John Strickland Goodall (1908-1996) was a popular British artist of the twentieth century who, as well as illustrating for magazines such as the Radio Times and doing advertising work, created numerous wordless picturebooks. Many of these featured scenes from Victorian or Edwardian life, such as An Edwardian Summer (1976), An Edwardian Christmas (1977), The Edwardian Season (1979) and Victorians Abroad (1980). Goodall also created many popular fictional animal characters, such as Paddy Pork (a pig), Naughty Nancy (a mouse) and Shrewbettina (a shrew).
The Story of a Farm is a factual title that shows the development of a farm from the Middle Ages to the late 1980s. It contains scenes of changing farming life, from herding swine to an Elizabethan farmyard, from a Georgian barn dance to a Regency hunt with hounds, from the Second World War land girls to an agricultural show of the 1960s. Each image is beautifully painted in soft watercolours and there is plenty of detail to pore over, with the people, animals and buildings all morphing and changing as the centuries pass. Alongside this change there is also a sense of continuity as the gently rolling green landscape expresses something timeless and quintessentially English. After all there have been people farming the land for hundreds of years.
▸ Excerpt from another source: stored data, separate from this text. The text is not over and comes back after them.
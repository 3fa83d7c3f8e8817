"""The restricted likelihood as a profile over range and structured share.

Where all noises are equal the data covariance is v (s A(a) + (1 - s) I): total variance v,
structured share s, range a. On contrasts (orthonormal, orthogonal to the constant) one eigenvalue
decomposition for each range gives the likelihood for every share at once, v profiled out:

    -2 l = (n-1) log(2 pi v) + sum log(s lambda + 1 - s) + log n + (n-1),  v = q / (n-1)

which equals log|R| + log(1'R⁻¹1) + ... of Patterson & Thompson 1971 (log|Q'RQ| + log n =
log|R| + log(1'R⁻¹1)). Several transformed copies of the values share the decomposition.
"""

from __future__ import annotations

from dataclasses import dataclass

import numpy as np

from schorl.geostat.covariance import distances
from schorl.geostat.support import Layout, structured_matrix
from schorl.model.arrays import Floats
from schorl.model.variogram import Family

#: Weak priors (a proposal of this program): log range ~ N(log(D/6), 1), logit share ~ N(0.8, 1.5).
RANGE_PRIOR_SD = 1.0
RANGE_PRIOR_FRACTION = 6.0
SHARE_PRIOR_MEAN = 0.8
SHARE_PRIOR_SD = 1.5
EDGE = 9.0  # |logit| beyond which a share counts as 0 or 1


@dataclass(frozen=True, eq=False, kw_only=True)
class Peak:
    """The best share at one range for one column of values."""

    objective: float
    log_likelihood: float
    share: float
    total_variance: float


def contrasts(count: int) -> Floats:
    """Orthonormal basis ``(n, n - 1)`` orthogonal to the constant (Helmert)."""
    basis = np.zeros((count, count - 1))
    for k in range(1, count):
        basis[:k, k - 1] = 1.0 / np.sqrt(k * (k + 1.0))
        basis[k, k - 1] = -k / np.sqrt(k * (k + 1.0))
    return basis


class Profile:
    """Likelihood of one or more columns of values over range and share."""

    def __init__(
        self, layout: Layout, columns: Floats, *, family: Family, priors: bool, longest_m: float
    ) -> None:
        self.layout = layout
        self.family = family
        self.priors = priors
        self.longest_m = longest_m
        self.count = len(layout.starts)
        self.basis = contrasts(self.count)
        self.projected = self.basis.T @ columns
        self.gaps_m = distances(layout.points_m, layout.points_m)
        self._decomposed: dict[float, tuple[Floats, Floats]] = {}

    def decompose(self, range_m: float) -> tuple[Floats, Floats]:
        """Eigenvalues ``(n-1,)`` and squared scores ``(n-1, columns)`` at a range."""
        if range_m not in self._decomposed:
            matrix = structured_matrix(self.layout, self.family, range_m, gaps_m=self.gaps_m)
            values, vectors = np.linalg.eigh(self.basis.T @ matrix @ self.basis)
            scores = vectors.T @ self.projected
            self._decomposed[range_m] = (np.maximum(values, 0.0), scores * scores)
        return self._decomposed[range_m]

    def log_likelihood(self, range_m: float, shares: Floats, column: int) -> tuple[Floats, Floats]:
        """Restricted log-likelihood and total variance for each share."""
        eigenvalues, squares = self.decompose(range_m)
        spread = shares[:, None] * eigenvalues[None, :] + (1.0 - shares[:, None])
        spread = np.maximum(spread, 1e-12)
        freedom = self.count - 1
        total = (squares[:, column][None, :] / spread).sum(axis=1) / freedom
        total = np.maximum(total, 1e-300)
        twice = (
            freedom * np.log(2.0 * np.pi * total)
            + np.log(spread).sum(axis=1)
            + np.log(self.count)
            + freedom
        )
        return -0.5 * twice, total

    def penalty(self, range_m: float, logits: Floats) -> Floats:
        """Log prior of range and share, up to a constant; 0 where priors are off."""
        if not self.priors:
            return np.zeros(len(logits))
        range_z = (np.log(range_m) - np.log(self.longest_m / RANGE_PRIOR_FRACTION)) / RANGE_PRIOR_SD
        share_z = (logits - SHARE_PRIOR_MEAN) / SHARE_PRIOR_SD
        return np.asarray(-0.5 * (range_z**2 + share_z**2))

    def peak(self, range_m: float, column: int = 0) -> Peak:
        """Best share at a range: a grid of logits, refined around its best point."""
        centre, width = 0.0, EDGE
        best: Peak | None = None
        for _ in range(6):
            logits = np.clip(centre + np.linspace(-width, width, 25), -EDGE, EDGE)
            shares = self._shares(logits)
            values, totals = self.log_likelihood(range_m, shares, column)
            objective = values + self.penalty(range_m, logits)
            top = int(np.argmax(objective))
            if best is None or objective[top] >= best.objective:
                best = Peak(
                    objective=float(objective[top]),
                    log_likelihood=float(values[top]),
                    share=float(shares[top]),
                    total_variance=float(totals[top]),
                )
            centre, width = float(logits[top]), width / 8.0
        assert best is not None
        return best

    def _shares(self, logits: Floats) -> Floats:
        shares = 1.0 / (1.0 + np.exp(-logits))
        if not self.priors:
            shares = np.where(logits <= -EDGE, 0.0, np.where(logits >= EDGE, 1.0, shares))
        return shares


def restricted_log_likelihood(covariance: Floats, values: Floats) -> float:
    """Restricted log-likelihood of values ``(n,)`` under a covariance ``(n, n)``, mean unknown.

    -1/2 [(n-1) log(2 pi) + log|V| + log(1'V⁻¹1) + (z-m)'V⁻¹(z-m)]; -inf where V is singular.
    """
    try:
        lower = np.linalg.cholesky(covariance)
    except np.linalg.LinAlgError:
        return -np.inf
    both = np.linalg.solve(lower, np.column_stack([np.ones(len(values)), values]))
    ones, scores = both[:, 0], both[:, 1]
    weight = float(ones @ ones)
    residual = scores - ones * float(ones @ scores) / weight
    count = len(values)
    return -0.5 * float(
        (count - 1) * np.log(2.0 * np.pi)
        + 2.0 * float(np.log(np.diag(lower)).sum())
        + np.log(weight)
        + float(residual @ residual)
    )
The design of the book uses a technique Goodall particularly liked – that of alternating whole and half pages to show two versions of a similar scene. For instance in one sunny hay-making picture we see the farm hands hard at work, then we turn the mini half page to see them resting for their midday drink. In another we observe some dairymaids making butter; then, with a quick flip, the same women are preparing big round cheeses on a table. It is a little like a simple animation and helps bring a scene to life.
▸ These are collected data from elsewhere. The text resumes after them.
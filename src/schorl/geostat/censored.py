"""Values below a reporting limit, drawn instead of guessed.

A censored value is known to lie below its limit. Given all others it is a truncated normal under
the fitted model (kriging mean and variance), so Gibbs sweeps draw it in turn; the model is
refitted to drawn sets a few times, and the final draws are pooled by Rubin's rule (Rubin 1987):
mean of the draws' answers, mean variance plus (1 + 1/M) times the variance between draws.
"""

from __future__ import annotations

from collections.abc import Sequence
from dataclasses import dataclass

import numpy as np
from scipy.special import log_ndtr, ndtri_exp

from schorl.geostat.reml import fit_reml
from schorl.geostat.support import data_covariance, layout_of
from schorl.model.arrays import Floats
from schorl.model.variogram import Family, Support, VariogramFit

DRAWS = 24
REFITS = 4
SWEEPS = 12


@dataclass(frozen=True, eq=False, kw_only=True)
class Completed:
    """Draws of the whole data set, ``(n, DRAWS)``, and the fit they were drawn under."""

    draws: Floats
    fit: VariogramFit


def complete(
    east_north_m: Floats,
    values: Floats,
    below_limit: np.ndarray,
    *,
    random: np.random.Generator,
    family: Family | None = None,
    lab_sd: float | None = None,
    support: Sequence[Support] | None = None,
) -> Completed:
    """Fit a variogram with censored values and draw them.

    Parameters
    ----------
    east_north_m, values, below_limit
        Samples ``(n, 2)``, values ``(n,)`` (the limit itself where ``below_limit``), flags.
    random
        Source of chance.
    family, lab_sd, support
        As in ``fit_reml``.
    """
    limits = values[below_limit]
    current = values.astype(np.float64).copy()
    spread = float(values.std()) or 1.0
    current[below_limit] = limits - 0.7 * spread * random.random(len(limits))
    fits = []
    for _ in range(REFITS):
        fit = fit_reml(east_north_m, current, family=family, lab_sd=lab_sd, support=support)
        fits.append(fit)
        current = _sweeps(
            east_north_m, current, below_limit, limits, fit=fit, random=random, support=support
        )
        family = fit.family
    fit = fits[-1]
    draws = np.empty((len(values), DRAWS))
    for place in range(DRAWS):
        current = _sweeps(
            east_north_m, current, below_limit, limits, fit=fit, random=random, support=support
        )
        draws[:, place] = current
    return Completed(draws=draws, fit=fit)


def _sweeps(
    east_north_m: Floats,
    current: Floats,
    below: np.ndarray,
    limits: Floats,
    *,
    fit: VariogramFit,
    random: np.random.Generator,
    support: Sequence[Support] | None,
) -> Floats:
    """Gibbs sweeps over the censored values under one fit; the mean is integrated out."""
    layout = layout_of(east_north_m, support)
    inverse = np.linalg.inv(data_covariance(layout, fit.variogram))
    row = inverse.sum(axis=1)
    precision = inverse - np.outer(row, row) / row.sum()
    drawn = current.copy()
    for _ in range(SWEEPS):
        for place, limit in zip(np.flatnonzero(below), limits, strict=True):
            own = precision[place, place]
            mean = drawn[place] - float(precision[place] @ drawn) / own
            drawn[place] = _truncated(mean, 1.0 / np.sqrt(own), float(limit), random)
    return drawn


def _truncated(mean: float, sd: float, upper: float, random: np.random.Generator) -> float:
    """A normal draw below ``upper``, by inversion on the log scale (safe far in the tail)."""
    log_share = float(log_ndtr((upper - mean) / sd)) + float(np.log(1.0 - random.random()))
    return mean + sd * float(ndtri_exp(log_share))


def pooled(estimates: Floats, variances: Floats) -> tuple[Floats, Floats]:
    """Rubin's rule over the last axis of ``(m, draws)`` estimates, variances ``(m,)`` common."""
    draws = estimates.shape[-1]
    between = estimates.var(axis=-1, ddof=1) if draws > 1 else np.zeros(estimates.shape[:-1])
    return estimates.mean(axis=-1), variances + (1.0 + 1.0 / draws) * between
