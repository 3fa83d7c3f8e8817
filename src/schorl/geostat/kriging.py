"""Ordinary kriging of points and blocks with the mean unknown.

Targets are taken in chunks of fixed memory, so that a million cells need no more than a thousand.
"""

from __future__ import annotations

from collections.abc import Sequence

import numpy as np

from schorl.geostat.covariance import distances
from schorl.geostat.neighbourhoods import krige_nearest, krige_tiled
from schorl.geostat.support import Layout, layout_of
from schorl.geostat.system import SAME_PLACE_M, System, Targets, replace_turn, sample_to_target
from schorl.geostat.threads import Room, for_each, one_blas_thread
from schorl.model.arrays import Floats
from schorl.model.variogram import Support, Variogram

#: Doubles of one work array: 2 MB, so that a chunk's arrays stay in a core's cache.
CHUNK_DOUBLES = 262_144
#: More samples than this are kriged from neighbourhoods shared by tiles.
GLOBAL_UP_TO = 800


def krige(
    east_north_m: Floats,
    values: Floats,
    targets_m: Floats,
    variogram: Variogram,
    *,
    block_m: float | None = None,
    points_per_side: int = 4,
    filtered: bool = True,
    support: Sequence[Support] | None = None,
    neighbours: int | None = None,
) -> tuple[Floats, Floats]:
    """Ordinary kriging of points or square blocks.

    Parameters
    ----------
    east_north_m, values
        Samples, ``(n, 2)`` in metres and ``(n,)``; values may be ``(n, d)`` to krige d columns
        with one set of weights.
    targets_m
        Points or block centres, ``(m, 2)``.
    variogram
        Fitted variogram.
    block_m
        Side of the square block; None for points.
    points_per_side
        A block's mean is taken over this many centre points a side, its own diagonal included.
    filtered
        True: predict the structured part, without nugget (its variance has no nugget either).
        False: the exact interpolator with the nugget at distance zero, as gstat and PyKrige.
    support
        One ``Support`` a sample; None means points.
    neighbours
        Use only this many nearest samples of each target. None: all samples up to 800, above that
        overlapping tiles with shared neighbourhoods, blended so that no seam shows.

    Returns
    -------
    estimate, variance
        ``(m,)`` each (estimate ``(m, d)`` for d columns), in the unit of the values and its
        square; the variance is floored at 0.

    Raises
    ------
    ValueError
        Shapes do not fit, values are not finite, or the system is singular (two samples in one
        place without nugget).
    """
    table = np.asarray(values, dtype=np.float64)
    columns = table.reshape(len(table), -1)
    if not np.isfinite(columns).all():
        raise ValueError("values must be finite")
    layout = layout_of(east_north_m, support).turned(variogram)
    if len(columns) != len(layout.starts):
        raise ValueError(f"{len(columns)} values for {len(layout.starts)} samples")
    targets = Targets.of(
        np.asarray(targets_m, float), layout, variogram, block_m=block_m, side=points_per_side
    )
    with one_blas_thread():
        if neighbours is not None and neighbours < len(columns):
            estimate, variance = krige_nearest(
                layout, columns, targets, variogram, filtered=filtered, neighbours=neighbours
            )
        elif len(columns) > GLOBAL_UP_TO and neighbours is None and layout.all_points:
            estimate, variance = krige_tiled(layout, columns, targets, variogram, filtered=filtered)
        else:
            estimate, variance = krige_global(
                layout, columns, targets, variogram, filtered=filtered
            )
    return (estimate if table.ndim > 1 else estimate[:, 0]), variance


def krige_global(
    layout: Layout, columns: Floats, targets: Targets, variogram: Variogram, *, filtered: bool
) -> tuple[Floats, Floats]:
    """All samples for every target; threads over chunks of fixed size."""
    system = System.of(layout, columns, variogram)
    own = targets.own_variance(replace_turn(variogram), filtered=filtered)
    count = len(targets.centres_m)
    estimate, variance = np.empty((count, columns.shape[1])), np.empty(count)
    step = max(CHUNK_DOUBLES // max(len(layout.points_m), 1), 64)
    room = Room()

    def work(start: int) -> None:
        part = slice(start, min(start + step, count))
        chosen = targets.part(part)
        shared = sample_to_target(layout, chosen, variogram, filtered=filtered, room=room)
        estimate[part], variance[part] = system.predict(shared, own, room)
        if not filtered:
            _exact_at_samples(layout, columns, chosen, estimate[part], variance[part], own=own)

    for_each(range(0, count, step), work)
    return estimate, variance


def _exact_at_samples(
    layout: Layout,
    columns: Floats,
    targets: Targets,
    estimate: Floats,
    variance: Floats,
    *,
    own: float,
) -> None:
    """A target at a sample gives the sample back exactly, without rounding."""
    if targets.block or not layout.all_points:
        return
    near = np.flatnonzero(variance <= 1e-8 * own)  # spares the distances of all others
    gap = distances(targets.centres_m[near], layout.points_m)
    rows, cols = np.nonzero(gap <= SAME_PLACE_M)
    estimate[near[cols]] = columns[rows]
    variance[near[cols]] = 0.0
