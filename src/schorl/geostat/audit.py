"""A second opinion on a map, by code that is not ours where that is possible.

Kriging is linear: the estimate of a block over k points equals the mean of the k point estimates,
and the filtered point variance equals the exact interpolator's less the nugget. Both are asked of
PyKrige at a few dozen cells; where it cannot follow (supports, unequal noise, stretched or tiled
systems, several columns) a dense solve of the bordered system stands in.
"""

from __future__ import annotations

from collections.abc import Sequence

import numpy as np

from schorl.geostat.covariance import correlation_in_place, distances
from schorl.geostat.kriging import GLOBAL_UP_TO
from schorl.geostat.support import data_covariance, layout_of
from schorl.geostat.system import Targets, block_offsets, replace_turn
from schorl.model.arrays import Floats
from schorl.model.surface import Audit
from schorl.model.variogram import Support, Variogram

CELLS = 64
TOLERANCE = 1e-6  # of the data's standard deviation


def audit(
    east_north_m: Floats,
    values: Floats,
    centres_m: Floats,
    estimate: Floats,
    variogram: Variogram,
    *,
    block_m: float,
    random: np.random.Generator,
    support: Sequence[Support] | None = None,
) -> Audit:
    """Compare block estimates ``(m,)`` with an independent solution at 64 random cells.

    Returns the largest difference as a share of the data's standard deviation.
    """
    count = min(CELLS, len(centres_m))
    chosen = np.sort(random.choice(len(centres_m), size=count, replace=False))
    points = (centres_m[chosen][:, None, :] + block_offsets(block_m, 4)[None]).reshape(-1, 2)
    followed = support is None and variogram.stretch == 1.0 and len(values) <= GLOBAL_UP_TO
    if followed and variogram.partial_sill > 0:
        by, other = "PyKrige", _pykrige(east_north_m, values, points, variogram)
        other = other.reshape(count, -1).mean(axis=1)
    else:
        by = "dense solve"
        other = _dense(east_north_m, values, centres_m[chosen], variogram, block_m, support)
    spread = float(np.std(values)) or 1.0
    largest = float(np.abs(other - estimate[chosen]).max() / spread)
    return Audit(by=by, cells=count, largest_difference=largest)


def _pykrige(east_north_m: Floats, values: Floats, points: Floats, variogram: Variogram) -> Floats:
    from pykrige.ok import OrdinaryKriging

    about = east_north_m.mean(axis=0)

    def semivariance(_parameters: object, lag: Floats) -> Floats:
        shared = correlation_in_place(
            np.array(lag, dtype=float), variogram.family, variogram.practical_range_m
        )
        return variogram.nugget + variogram.partial_sill * (1.0 - shared)

    known = {"spherical": "spherical", "exponential": "exponential"}.get(variogram.family)
    model = {
        "variogram_model": known or "custom",
        "variogram_parameters": {
            "psill": variogram.partial_sill,
            "range": variogram.practical_range_m,
            "nugget": variogram.nugget,
        }
        if known
        else [variogram.partial_sill, variogram.practical_range_m, variogram.nugget],
        "variogram_function": None if known else semivariance,
    }
    model = {key: value for key, value in model.items() if value is not None}
    kriged = OrdinaryKriging(
        east_north_m[:, 0] - about[0], east_north_m[:, 1] - about[1], values,
        exact_values=False, enable_plotting=False, verbose=False, **model,
    )  # fmt: skip
    estimate, _ = kriged.execute(
        "points", points[:, 0] - about[0], points[:, 1] - about[1], backend="vectorized"
    )
    return np.asarray(estimate, dtype=np.float64)


def _dense(
    east_north_m: Floats,
    values: Floats,
    centres_m: Floats,
    variogram: Variogram,
    block_m: float,
    support: Sequence[Support] | None,
) -> Floats:
    """The bordered system solved by LU with partial pivoting: another route than our own."""
    layout = layout_of(east_north_m, support).turned(variogram)
    targets = Targets.of(centres_m, layout, variogram, block_m=block_m, side=4)
    turned = replace_turn(variogram)
    count = len(values)
    bordered = np.ones((count + 1, count + 1))
    bordered[:count, :count] = data_covariance(layout, turned)
    bordered[count, count] = 0.0
    places = targets.centres_m[:, None, :] + targets.offsets_m[None]
    shared = np.ones((count + 1, len(centres_m)))
    for place in range(len(centres_m)):
        gap = distances(places[place], layout.points_m)
        pairs = correlation_in_place(gap, variogram.family, variogram.practical_range_m)
        shared[:count, place] = variogram.partial_sill * layout.averaged(pairs).mean(axis=1)
    weights = np.linalg.solve(bordered, shared)[:count]
    return np.asarray(weights.T @ values)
There are no words on the pictures themselves, but the beginning of the book lists titles for each image, which guide the reader as to what’s being shown. These titles can provide useful starting points for discussions yet it is the pictures themselves that provide the bulk of the information. In the dairy scene mentioned above the illustrations show things we have now little experience of, such as a yoke and pails, a butter churn, a water pump, heavy pottery jugs and large wooden bowls. There are hooks in the ceiling and even, rather realistically, a few annoying flies buzzing in through the open window. (For another wordless picturebook about an annoying fly, see The Bear & The Fly (1976) by Paula Winter.)
For a complementary title to The Story of a Farm, see Goodall’s earlier The Story of an English Village (1978). And look out for his Creepy Castle (1975), The Adventures of Paddy Pork (1968) – which won the Boston Globe-Horn Book Award in 1969 – Shrewbettina’s Birthday (1971) and Paddy Finds a Job (1981), a wonderfully silly pop-up book.